I remember as yesterday the green and gold of that Summer morning, the sky of flowery blue, and always the sound of the Lake that broke in flashing splendor on the piles that made the breakwater opposite.  That music I heard night and day - and this day of days it made its promise.

They showed me many pretty things and spoke kind words, but the hours were long and before the light of the afternoon had begun to fade there crept upon me the feeling of restlessness, of wistful and finally definable desire which yet is the very essence of pain - great tears rolled down as the words formed themselves, tightening the heart, choking in the throat - "I want to go home, I want Mother - I want Mother" - "Don't cry," said the kind daughter of the house wiping away the tears that overflowed - "I'll make you a great big doll like a real baby - See now," and curiosity and kindling interest dried her eyes as she watched the deft fingers that took the pillow from the bed, and tied a long skirt around the middle, another higher up to make the neck, pinned back the corners for a round face, and with a piece of charcoal transformed by rapid strokes that gave hair and eyes and nose and mouth, and fastening a cap that rounded the face she wrapped it in a blanket, and placed it in the eagerly extended arms almost as large as the four year old that held it.  "Oh, can I have it, can I take it home?" she cried in ecstasy, "Why I think there is a little Baby at your house, I thought I saw the Doctor leave one there, - Let's go and see" was the surprising answer that set my little feet flying.
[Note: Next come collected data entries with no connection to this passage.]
"""What all tests share: the browser, the long tests, and where the demo data stand."""

from __future__ import annotations

import os
import shutil
from pathlib import Path

import pytest

ROOT = Path(__file__).resolve().parents[1]


def chromium_path() -> str | None:
    """Path of a Chromium: PULSEKIT_CHROMIUM (set by tests/run), else one that is installed."""
    told = os.environ.get("PULSEKIT_CHROMIUM")
    if told:
        return told
    for name in ("chromium", "chromium-browser", "google-chrome"):
        if found := shutil.which(name):
            return found
    return None


def pytest_collection_modifyitems(config: pytest.Config, items: list[pytest.Item]) -> None:
    long_wanted = os.environ.get("PULSEKIT_LONG") == "1"
    browser = chromium_path()
    for item in items:
        if "long" in item.keywords and not long_wanted:
            item.add_marker(pytest.mark.skip(reason="the long form; set PULSEKIT_LONG=1"))
        if "browser" in item.keywords and browser is None and not os.environ.get("CI"):
            item.add_marker(pytest.mark.skip(reason="NO CHROMIUM: browser tests are skipped"))


@pytest.fixture(scope="session")
def chromium() -> str:
    """Path of the Chromium that the browser tests drive; fails where CI is set and there is none."""
    found = chromium_path()
    if found is None:
        pytest.fail("no Chromium was found and CI is set; install one or set PULSEKIT_CHROMIUM")
    return found


@pytest.fixture(scope="session")
def root() -> Path:
    """Top folder of the repository."""
    return ROOT


@pytest.fixture(scope="session")
def demo(root: Path) -> Path:
    """Folder of the invented demo data."""
    return root / "data_demo"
It is seventy-five years ago, but I can still see the street that stretched beside the lake as we passed out after so many hours of that unforgettable day - And Lo! when breathless I found myself safe at home, I was taken into the darkened chamber!  They lifted me up to see the pale Mother who smiled up at is from her pillow.  And for the first time I saw love made manifest.

Then she looked down upon the little bundle of flannel in her arms, her features irradiated by a passion of tenderness - 

"See, she said - it is your little brother and his name is Horace." 

(NOTE:  Judge Horace Gray Lunt.  Born 13 August 1847, Chicago, Illinois; Died 23 February 1923, Colorado Springs, Colorado.)